User-visible symptom that started this: "summaries are terribly slow after someone clicks finish conversation." It was not slow, it was broken: summaries never landed.

Problem diagnosis

Investigated the prod k8s cluster (echo-prod) logs across api, workers, scheduler, and directus.

1. Summarization totally broken (P0)

  • task_summarize_conversation: 0 completions in 12h, 822+ failures in 6h across the network workers, 72 distinct conversations affected. Prod DB confirmed it: of the last 40 conversations, 35 were is_finished=True + is_all_chunks_transcribed=True but had summary = NULL.
  • Failure: sniffio._impl.AsyncLibraryNotFoundError: unknown async library, or not in async context, raised on the very first async call (async_directus.get_item -> httpx.AsyncClient -> sniffio), before reaching the LLM.

2. Chunk merging broken (P0, same root cause)

  • task_merge_conversation_chunks: 39 failures in 6h with RuntimeError: Event loop is closed, same call site (async_directus.get_item).
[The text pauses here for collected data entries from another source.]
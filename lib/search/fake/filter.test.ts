import { describe, expect, it } from 'vitest';
import { FilterSyntaxError, parseFilter, parseFilterString } from './filter';

describe('filter parser', () => {
  it('parses comparisons with bare and quoted values', () => {
    expect(parseFilterString('abv >= 5.5')).toEqual({ kind: 'compare', attribute: 'abv', op: '>=', value: '5.5' });
    expect(parseFilterString(`style = 'Pale Ale'`)).toEqual({
      kind: 'compare',
      attribute: 'style',
      op: '=',
      value: 'Pale Ale',
    });
    expect(parseFilterString('hops="Say \\"hi\\""')).toEqual({
      kind: 'compare',
      attribute: 'hops',
      op: '=',
      value: 'Say "hi"',
    });
  });

  it('binds NOT tighter than AND, and AND tighter than OR', () => {
    expect(parseFilterString('a = 1 OR NOT b = 2 AND c = 3')).toEqual({
      kind: 'or',
      children: [
        { kind: 'compare', attribute: 'a', op: '=', value: '1' },
        {
          kind: 'and',
          children: [
            { kind: 'not', child: { kind: 'compare', attribute: 'b', op: '=', value: '2' } },
            { kind: 'compare', attribute: 'c', op: '=', value: '3' },
          ],
        },
      ],
    });
  });

  it('parses parentheses, TO, IN, EXISTS, IS NULL and IS EMPTY with their negations', () => {
    expect(parseFilterString('(a = 1 OR b = 2) AND c 1 TO 5')).toMatchObject({
      kind: 'and',
      children: [{ kind: 'or' }, { kind: 'range', attribute: 'c', from: '1', to: '5' }],
    });
    expect(parseFilterString('hops IN [Cascade, "East Kent Golding"]')).toEqual({
      kind: 'in',
      attribute: 'hops',
      values: ['Cascade', 'East Kent Golding'],
    });
    expect(parseFilterString('hops NOT IN []')).toEqual({
      kind: 'not',
      child: { kind: 'in', attribute: 'hops', values: [] },
    });
    expect(parseFilterString('notes NOT EXISTS')).toEqual({
      kind: 'not',
      child: { kind: 'exists', attribute: 'notes' },
    });
    expect(parseFilterString('notes IS NOT NULL')).toEqual({
      kind: 'not',
      child: { kind: 'isNull', attribute: 'notes' },
    });
    expect(parseFilterString('notes IS EMPTY')).toEqual({ kind: 'isEmpty', attribute: 'notes' });
  });

  it('treats quoted keywords as values, not operators', () => {
    expect(parseFilterString('hops = "OR"')).toEqual({ kind: 'compare', attribute: 'hops', op: '=', value: 'OR' });
  });

  it('combines the array form: AND of elements, OR inside nested arrays, blanks skipped', () => {
    expect(parseFilter(['a = 1', ['b = 2', 'c = 3'], ''])).toEqual({
      kind: 'and',
      children: [
        { kind: 'compare', attribute: 'a', op: '=', value: '1' },
        {
          kind: 'or',
          children: [
            { kind: 'compare', attribute: 'b', op: '=', value: '2' },
            { kind: 'compare', attribute: 'c', op: '=', value: '3' },
          ],
        },
      ],
    });
    expect(parseFilter('  ')).toBeNull();
  });

  it.each(['a =', 'a = 1 AND', 'a = 1 b = 2', '(a = 1', 'a IN [1, 2', 'a = "open', 'AND a = 1', 'a ! 1', 'a 1 TO'])(
    'refuses %s with its position',
    (source) => {
      expect(() => parseFilterString(source)).toThrow(FilterSyntaxError);
    },
  );

  it('keeps a quoted hostile value as one literal', () => {
    expect(parseFilterString('hops = "Cascade\\" OR hidden = true OR x=\\""')).toEqual({
      kind: 'compare',
      attribute: 'hops',
      op: '=',
      value: 'Cascade" OR hidden = true OR x="',
    });
  });
});
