function documentsQueryFromParams(params: URLSearchParams): DocumentsQuery {
  for (const key of params.keys()) {
    if (!DOCUMENTS_QUERY_FIELDS.includes(key)) throw unknownField(key, DOCUMENTS_QUERY_FIELDS, 'parameter');
  }
  const list = (name: string) => {
    const raw = params.get(name);
    return raw === null ? null : raw.split(',').map((item) => item.trim());
  };
  const vectors = params.get('retrieveVectors');
  if (vectors !== null && vectors !== 'true' && vectors !== 'false') {
    throw badRequest(
      'invalid_document_retrieve_vectors',
      `Invalid value in parameter \`retrieveVectors\`: could not parse \`${vectors}\` as a boolean, expected either \`true\` or \`false\``,
    );
  }
  const ids = list('ids');
  return {
    offset: pagingParam(params, 'offset', 0),
    limit: pagingParam(params, 'limit', 20),
    fields: list('fields'),
    filter: params.get('filter') ?? undefined,
    ids: ids === null ? null : documentIds(ids),
    sort: list('sort')?.filter(Boolean),
    retrieveVectors: vectors === 'true',
  };
}

function documentsQueryFromBody(body: unknown): DocumentsQuery {
  if (typeof body !== 'object' || body === null || Array.isArray(body)) {
    throw badRequest('bad_request', 'Invalid value type: expected an object');
  }
  const record = body as Record<string, unknown>;
  for (const key of Object.keys(record)) {
    if (!DOCUMENTS_QUERY_FIELDS.includes(key)) throw unknownField(key, DOCUMENTS_QUERY_FIELDS, 'field');
  }
  const { offset, limit, fields, filter, ids, sort, retrieveVectors } = record;
  if (retrieveVectors !== undefined && typeof retrieveVectors !== 'boolean') {
    throw badRequest(
      'invalid_document_retrieve_vectors',
      'Invalid value type at `.retrieveVectors`: expected a boolean.',
    );
  }
  return {
    offset: offset === undefined ? 0 : naturalOrFail(offset, 'offset'),
    limit: limit === undefined ? 20 : naturalOrFail(limit, 'limit'),
    fields: fields === undefined || fields === null ? null : stringListOrFail(fields, 'fields'),
    filter,
    ids: ids === undefined || ids === null ? null : documentIds(ids),
    sort: sort === undefined || sort === null ? undefined : stringListOrFail(sort, 'sort'),
    retrieveVectors: retrieveVectors === true,
  };
}
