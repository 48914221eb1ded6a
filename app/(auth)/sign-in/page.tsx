import type { Metadata } from 'next';
import Link from 'next/link';
import { MagicLinkForm } from './_components/magic-link-form';
import { PasswordSignInForm } from './_components/password-sign-in-form';
import { safeCallbackPath } from '@/lib/auth/callback';

export const metadata: Metadata = { title: 'Sign in' };

const linkErrors: Record<string, string> = {
  Verification: 'That sign-in link has expired or was already used. Ask for a new one below.',
  AccessDenied: 'This account cannot sign in right now. If you think this is a mistake, contact the moderators.',
  EmailSignin: 'We could not send the sign-in e-mail. Please try again in a moment.',
};

export default async function SignInPage({
  searchParams,
}: {
  searchParams: Promise<{ error?: string; callbackUrl?: string }>;
}) {
  const { error, callbackUrl } = await searchParams;
  const safeCallback = safeCallbackPath(callbackUrl);
  const message =
    error && error !== 'CredentialsSignin'
      ? (linkErrors[error] ?? 'Signing in did not work. Please try again.')
      : undefined;
  return (
    <div className="mx-auto max-w-md">
      <h1 className="text-3xl font-semibold">Sign in</h1>
      <p className="mt-2 font-sans text-muted">
        New here? <Link href="/sign-up">Create an account</Link>.
      </p>
      {message && (
        <p
          role="alert"
          className="mt-4 rounded-md border border-danger/40 bg-danger/5 p-3 font-sans text-sm text-danger"
        >
          {message}
        </p>
      )}
      <section className="kf-card mt-6" aria-labelledby="with-password">
        <h2 id="with-password" className="text-xl font-semibold">
          With your password
        </h2>
        <PasswordSignInForm callbackUrl={safeCallback} />
      </section>
      <section className="kf-card mt-6" aria-labelledby="with-link">
        <h2 id="with-link" className="text-xl font-semibold">
          With a link by e-mail
        </h2>
        <p className="mt-1 font-sans text-sm text-muted">We send a link that signs you in once, within 15 minutes.</p>
        <MagicLinkForm callbackUrl={safeCallback} />
      </section>
    </div>
  );
}
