import { and, eq } from 'drizzle-orm';
import { describe, expect, it } from 'vitest';
import { db } from '@/db';
import { brewDays, notifications, recipes } from '@/db/schema';
import { TestClient } from '../helpers/http';
import { createRecipeVia, paleAle, saveVia } from '../helpers/recipes';
import { signedInClient } from '../helpers/users';
import { textOf } from './helpers';

async function waitForSearchHit(q: string, match: (hit: { id: string; stars: number }) => boolean): Promise<void> {
  const deadline = Date.now() + 15_000;
  while (Date.now() < deadline) {
    const res = await new TestClient().get<{ hits: { id: string; stars: number }[] }>(
      `/api/search?q=${encodeURIComponent(q)}`,
    );
    if (res.status === 200 && res.body.hits.some(match)) return;
    await new Promise((r) => setTimeout(r, 250));
  }
  throw new Error(`search for ${q} never showed the expected hit`);
}

async function starCount(recipeId: string): Promise<number> {
  const [row] = await db.select({ n: recipes.starCount }).from(recipes).where(eq(recipes.id, recipeId));
  return row.n;
}

describe('stars', () => {
  it('keeps star_count in step, tells the owner once, and queues the recipe for search', async () => {
    const { client: owner, user: ownerUser } = await signedInClient();
    const { client: fan } = await signedInClient();
    const word = `zqstar${Date.now().toString(36)}`;
    const recipe = await createRecipeVia(owner, { document: paleAle({ title: `Starry ${word} Ale` }) });
    const starred = await fan.put<{ starred: boolean; starCount: number }>(`/api/recipes/${recipe.recipe.id}/star`);
    expect(starred.status).toBe(200);
    expect(starred.body).toEqual({ starred: true, starCount: 1 });
    expect((await fan.put(`/api/recipes/${recipe.recipe.id}/star`)).body).toEqual({ starred: true, starCount: 1 });
    expect(await starCount(recipe.recipe.id)).toBe(1);
    // Search ranks by stars: the index follows through the outbox within moments.
    await waitForSearchHit(word, (hit) => hit.id === recipe.recipe.id && hit.stars === 1);

    expect((await fan.delete(`/api/recipes/${recipe.recipe.id}/star`)).body).toEqual({ starred: false, starCount: 0 });
    expect((await fan.delete(`/api/recipes/${recipe.recipe.id}/star`)).body).toEqual({ starred: false, starCount: 0 });
    await fan.put(`/api/recipes/${recipe.recipe.id}/star`);
    const told = await db
      .select()
      .from(notifications)
      .where(and(eq(notifications.userId, ownerUser.id), eq(notifications.kind, 'star')));
    expect(told).toHaveLength(1);
    const page = await (await new TestClient().fetch(`/recipes/${recipe.recipe.slug}`)).text();
    expect(textOf(page)).toContain('Star (1)');
  });

  it('answers 404 for a recipe the member cannot see and 401 when signed out', async () => {
    const { client: owner } = await signedInClient();
    const { client: fan } = await signedInClient();
    const priv = await createRecipeVia(owner, { visibility: 'private' });
    expect((await fan.put(`/api/recipes/${priv.recipe.id}/star`)).status).toBe(404);
    expect((await new TestClient().put(`/api/recipes/${priv.recipe.id}/star`)).status).toBe(401);
    expect(await starCount(priv.recipe.id)).toBe(0);
  });
});

describe('follows and the feed', () => {
  it('brings a followed member’s new recipes, versions and brew days, and a followed recipe’s versions, into the feed', async () => {
    const { client: brewer, user: brewerUser } = await signedInClient();
    const { client: other } = await signedInClient();
    const { client: reader, user: readerUser } = await signedInClient();
    const watched = await createRecipeVia(other, { document: paleAle({ title: 'Watched Bitter' }) });
    expect((await reader.post('/api/follows', { type: 'member', id: brewerUser.id })).status).toBe(201);
    expect((await reader.post('/api/follows', { type: 'recipe', id: watched.recipe.id })).status).toBe(201);
    expect((await reader.post('/api/follows', { type: 'member', id: readerUser.id })).status).toBe(400);

    const fresh = await createRecipeVia(brewer, { document: paleAle({ title: 'Followed Pale' }) });
    await createRecipeVia(brewer, { visibility: 'private', document: paleAle({ title: 'Secret Pale' }) });
    await saveVia(other, watched.recipe.id, watched.version.id, paleAle({ title: 'Watched Bitter' }), 'More hops');
    await db.insert(brewDays).values({
      recipeId: fresh.recipe.id,
      versionId: fresh.version.id,
      brewerId: brewerUser.id,
      brewedOn: '2026-03-01',
    });

    const feed = textOf(await (await reader.fetch('/feed')).text());
    expect(feed).toContain('Followed Pale');
    expect(feed).toContain('saved version 2 of Watched Bitter');
    expect(feed).toContain('brewed Followed Pale (version 1)');
    expect(feed).not.toContain('Secret Pale');

    const told = await db
      .select()
      .from(notifications)
      .where(and(eq(notifications.userId, readerUser.id), eq(notifications.kind, 'new_recipe')));
    expect(told.map((n) => n.recipeId)).toEqual([fresh.recipe.id]);

    expect((await reader.delete('/api/follows', { type: 'member', id: brewerUser.id })).status).toBe(200);
    await createRecipeVia(brewer, { document: paleAle({ title: 'Unfollowed Pale' }) });
    expect(await (await reader.fetch('/feed')).text()).not.toContain('Unfollowed Pale');
  });

  it('tells the source owner about a public fork, and shows forks and stars received on the member page', async () => {
    const { client: owner, user: ownerUser } = await signedInClient();
    const { client: forker, user: forkerUser } = await signedInClient();
    const source = await createRecipeVia(owner, { document: paleAle({ title: 'Source Pale' }) });
    const fork = await forker.post<{ recipe: { slug: string } }>(`/api/versions/${source.version.id}/fork`, {
      title: 'Forked Pale',
      visibility: 'public',
    });
    expect(fork.status).toBe(201);
    await forker.put(`/api/recipes/${source.recipe.id}/star`);
    const told = await db
      .select()
      .from(notifications)
      .where(and(eq(notifications.userId, ownerUser.id), eq(notifications.kind, 'fork')));
    expect(told).toMatchObject([
      { actorId: forkerUser.id, recipeId: source.recipe.id, url: `/recipes/${fork.body.recipe.slug}` },
    ]);

    const forkerPage = await (await new TestClient().fetch(`/members/${forkerUser.handle}`)).text();
    expect(forkerPage).toContain('Forked Pale');
    expect(forkerPage).toContain('Source Pale');
    const ownerPage = await (await new TestClient().fetch(`/members/${ownerUser.handle}`)).text();
    expect(textOf(ownerPage)).toContain('1 star received');
  });
});
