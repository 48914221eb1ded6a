import { and, eq, inArray } from 'drizzle-orm';
import { describe, expect, it } from 'vitest';
import { db, type Transaction } from '@/db';
import { memberFollows, notificationEmails, notificationPreferences, notifications } from '@/db/schema';
import { notifyRecipeCreated } from '@/lib/notifications/recipe-events';
import { createRecipeVia } from '../helpers/recipes';
import { createUser, signedInClient } from '../helpers/users';

/** Counts the statements a transaction is asked to run (each select, insert, update, delete or raw execute). */
function counting(tx: Transaction): { tx: Transaction; count: () => number } {
  let statements = 0;
  const counted = new Set(['select', 'insert', 'update', 'delete', 'execute']);
  const proxy = new Proxy(tx, {
    get(target, key, receiver) {
      const value = Reflect.get(target, key, receiver) as unknown;
      if (typeof key === 'string' && counted.has(key) && typeof value === 'function') {
        return (...args: unknown[]) => {
          statements++;
          return (value as (...a: unknown[]) => unknown).apply(target, args);
        };
      }
      return value;
    },
  });
  return { tx: proxy, count: () => statements };
}

/** An owner with a public recipe and `n` followers who start following after it was created. */
async function ownerWithFollowers(n: number) {
  const { user: owner, client } = await signedInClient();
  const saved = await createRecipeVia(client);
  const followers = await Promise.all(Array.from({ length: n }, () => createUser()));
  if (followers.length > 0) {
    await db.insert(memberFollows).values(followers.map((f) => ({ followerId: f.id, followeeId: owner.id })));
  }
  const recipe = {
    id: saved.recipe.id,
    slug: saved.recipe.slug,
    ownerId: owner.id,
    visibility: 'public',
    forkedFromVersionId: null,
  };
  return { owner, followers, recipe };
}

async function runCounted(recipe: Parameters<typeof notifyRecipeCreated>[1]): Promise<number> {
  return db.transaction(async (raw) => {
    const { tx, count } = counting(raw);
    await notifyRecipeCreated(tx, recipe);
    return count();
  });
}

describe('telling followers of a new recipe', () => {
  it('costs the same number of statements for 3 followers as for 40', async () => {
    const few = await ownerWithFollowers(3);
    const many = await ownerWithFollowers(40);
    const fewStatements = await runCounted(few.recipe);
    const manyStatements = await runCounted(many.recipe);
    expect(manyStatements).toBe(fewStatements);
    expect(manyStatements).toBeLessThanOrEqual(2);
  });

  it('tells each follower exactly once, never the owner, and e-mails only those who kept the kind on', async () => {
    const { owner, followers, recipe } = await ownerWithFollowers(6);
    const [quiet, ...rest] = followers;
    await db.insert(notificationPreferences).values({ userId: quiet.id, kind: 'new_recipe', email: false });
    const stranger = await createUser();

    await db.transaction((tx) => notifyRecipeCreated(tx, recipe));

    const everyone = [owner.id, stranger.id, ...followers.map((f) => f.id)];
    const bell = await db
      .select({ userId: notifications.userId, actorId: notifications.actorId, url: notifications.url })
      .from(notifications)
      .where(and(eq(notifications.recipeId, recipe.id), eq(notifications.kind, 'new_recipe')));
    expect(bell.map((row) => row.userId).sort()).toEqual(followers.map((f) => f.id).sort());
    expect(bell.every((row) => row.actorId === owner.id && row.url === `/recipes/${recipe.slug}`)).toBe(true);

    const queued = await db
      .select({ userId: notificationEmails.userId })
      .from(notificationEmails)
      .where(and(inArray(notificationEmails.userId, everyone), eq(notificationEmails.kind, 'new_recipe')));
    expect(queued.map((row) => row.userId).sort()).toEqual(rest.map((f) => f.id).sort());
  });

  it('tells nobody of a private recipe', async () => {
    const { followers, recipe } = await ownerWithFollowers(2);
    await db.transaction((tx) => notifyRecipeCreated(tx, { ...recipe, visibility: 'private' }));
    const bell = await db
      .select({ userId: notifications.userId })
      .from(notifications)
      .where(
        and(
          eq(notifications.recipeId, recipe.id),
          inArray(
            notifications.userId,
            followers.map((f) => f.id),
          ),
        ),
      );
    expect(bell).toEqual([]);
  });
});
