import { describe, expect, it } from 'vitest';
import { openBrowser, signInThroughPage } from '../helpers/browser';
import { TestClient } from '../helpers/http';
import { createRecipeVia, paleAle } from '../helpers/recipes';
import { signedInClient } from '../helpers/users';

/**
 * A page's HTML with its per-request script nonce taken out, attributes and all, as a kept copy
 * (lib/page-cache.ts) has it, for comparing a signed-out reader's kept copy with another's render.
 */
async function withoutNonce(res: Response): Promise<string> {
  const nonce = /'nonce-([^']+)'/.exec(res.headers.get('content-security-policy') ?? '')?.[1];
  const html = (await res.text()).replace(/(<(?:script|link)\b[^>]*?)\s+nonce="[^"]*"/g, '$1');
  return nonce ? html.split(nonce).join('') : html;
}

describe("a member page's follow button", () => {
  it('is a client island: another member gets the HTML a signed-out reader gets, and their follow from /api/me/members/[id]', async () => {
    const { user: brewer, client: brewerClient } = await signedInClient();
    const { user: reader, client } = await signedInClient();
    await createRecipeVia(brewerClient, { document: paleAle({ title: 'Island Page Pale' }) });
    const path = `/members/${brewer.handle}`;
    const anon = await withoutNonce(await new TestClient().fetch(path));
    expect(anon).toContain('Island Page Pale');
    expect(await withoutNonce(await client.fetch(path))).toBe(anon);

    const standing = `/api/me/members/${brewer.id}`;
    expect((await new TestClient().get(standing)).status).toBe(401);
    expect((await client.get(standing)).body).toEqual({ following: false });
    expect((await client.post('/api/follows', { type: 'member', id: brewer.id })).status).toBeLessThan(300);
    expect((await client.get(standing)).body).toEqual({ following: true });
    // Following changes nothing in the page itself but the follower count, the same for everyone.
    expect(await withoutNonce(await client.fetch(path))).toBe(await withoutNonce(await new TestClient().fetch(path)));
    const missing = await client.get<{ error: { message: string } }>('/api/me/members/no-such-member');
    expect(missing.status).toBe(404);
    expect(missing.body.error.message).toMatch(/member/i);
    expect(reader.id).not.toBe(brewer.id);
  });

  it('shows a signed-in reader their own follow state and lets them change it; the member sees their settings link', async () => {
    const { user: brewer } = await signedInClient();
    const { user: reader, client } = await signedInClient();
    expect((await client.post('/api/follows', { type: 'member', id: brewer.id })).status).toBeLessThan(300);
    const path = `/members/${brewer.handle}`;
    // The phone first: the desktop pass then unfollows.
    for (const width of [390, 1280]) {
      const s = await openBrowser({ width });
      try {
        await signInThroughPage(s, reader.email);
        await s.page.goto(path);
        const follow = s.page.getByRole('button', { name: /^Following/ });
        await follow.waitFor();
        expect(await follow.getAttribute('aria-pressed')).toBe('true');
        await s.shot(`member-page-follow-${width}`);
        if (width === 1280) {
          await follow.click();
          await s.page.getByRole('button', { name: /^Follow\b/ }).waitFor();
          expect((await client.get(`/api/me/members/${brewer.id}`)).body).toEqual({ following: false });
          await s.page.reload();
          const again = s.page.getByRole('button', { name: /^Follow\b/ });
          await again.waitFor();
          expect(await again.getAttribute('aria-pressed')).toBe('false');
        }
        expect(await s.page.getByRole('link', { name: 'Edit profile and settings' }).count()).toBe(0);
        expect(s.problems).toEqual([]);
      } finally {
        await s.close();
      }
    }
    const own = await openBrowser({ width: 390 });
    try {
      await signInThroughPage(own, brewer.email);
      await own.page.goto(path);
      await own.page.getByRole('link', { name: 'Edit profile and settings' }).waitFor();
      expect(await own.page.getByRole('button', { name: /^Follow/ }).count()).toBe(0);
      await own.shot('member-page-own-390');
      expect(own.problems).toEqual([]);
    } finally {
      await own.close();
    }
    const stranger = await openBrowser();
    try {
      await stranger.page.goto(path);
      await stranger.page.getByRole('heading', { level: 1 }).waitFor();
      expect(await stranger.page.getByRole('button', { name: /^Follow/ }).count()).toBe(0);
      expect(stranger.problems).toEqual([]);
    } finally {
      await stranger.close();
    }
  });
});
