import { readFileSync, readdirSync, statSync } from 'node:fs';
import path from 'node:path';

const MUTATING_METHODS = ['POST', 'PUT', 'PATCH', 'DELETE'] as const;
export const ALL_METHODS = ['GET', ...MUTATING_METHODS] as const;

export interface ApiRoute {
  method: string;
  /** The route's path with its [segments], e.g. `/api/recipes/[id]/versions`. */
  path: string;
  /** The route file's source, for checks on how it is built. */
  source: string;
}

const API_DIR = path.resolve('app/api');

/**
 * Every handler exported by a route file under app/api, found on disk so a new one cannot be
 * forgotten (`export const POST`, `export async function POST`, `export { handler as POST }`).
 */
export function apiRoutes(methods: readonly string[] = MUTATING_METHODS): ApiRoute[] {
  const found: ApiRoute[] = [];
  const walk = (dir: string) => {
    for (const name of readdirSync(dir)) {
      const full = path.join(dir, name);
      if (statSync(full).isDirectory()) walk(full);
      else if (name === 'route.ts') {
        const source = readFileSync(full, 'utf8');
        const routePath = `/api/${path.relative(API_DIR, dir).split(path.sep).join('/')}`;
        for (const method of methods) {
          const exported = new RegExp(
            `export\\s+(const|async\\s+function|function)\\s+${method}\\b|export\\s*\\{[^}]*\\bas\\s+${method}\\b[^}]*\\}|export\\s*\\{[^}]*\\b${method}\\b[^}]*\\}`,
          ).test(source);
          if (exported) found.push({ method, path: routePath, source });
        }
      }
    }
  };
  walk(API_DIR);
  return found.sort((a, b) => `${a.method} ${a.path}`.localeCompare(`${b.method} ${b.path}`));
}

/** `METHOD /api/...` for every mutating handler. */
export function mutatingRouteKeys(): string[] {
  return apiRoutes().map((r) => `${r.method} ${r.path}`);
}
Merged transcripts (used by reports/export) were not being produced.

Root cause (both)

Every Dramatiq actor ran async code through run_async_in_new_loop, which created and then closed a throwaway event loop on every call. That single design choice caused both failures:

  • The process-global async httpx client (async_directus) bound its connection pool to a loop that was then closed -> RuntimeError: Event loop is closed.
  • Under dramatiq-gevent, many greenlets share one OS thread; interleaving across those ephemeral loops corrupts asyncio's thread-local running loop, so sniffio.current_async_library() cannot detect the backend -> AsyncLibraryNotFoundError.

Everything bolted around this (nest_asyncio, the _worker_loop ContextVar, safe_gather, per-thread loop caches) was scaffolding to survive the throwaway-loop choice. The fix removes the need for it.

3. Scheduler dropping enqueued work (P1)

  • echo-worker-scheduler: 37 redis.exceptions.ConnectionError: Connection closed by server in 6h. Cron jobs failed at dramatiq...redis.py enqueue() -> do_dispatch, so the dispatched task was silently dropped. Affected jobs: collect-and-finish unfinished conversations, reconcile transcribed flag, catch-up unsummarized, scheduled report dispatch, and billing jobs (activate accounts, re-price, downgrade).
  • Cause: managed Valkey closes idle connections (ValkeyTimeout=300). The scheduler's pooled broker connection sits idle between cron firings (the 15-min and hourly jobs always exceed 300s), so the next enqueue() hits a server-closed socket.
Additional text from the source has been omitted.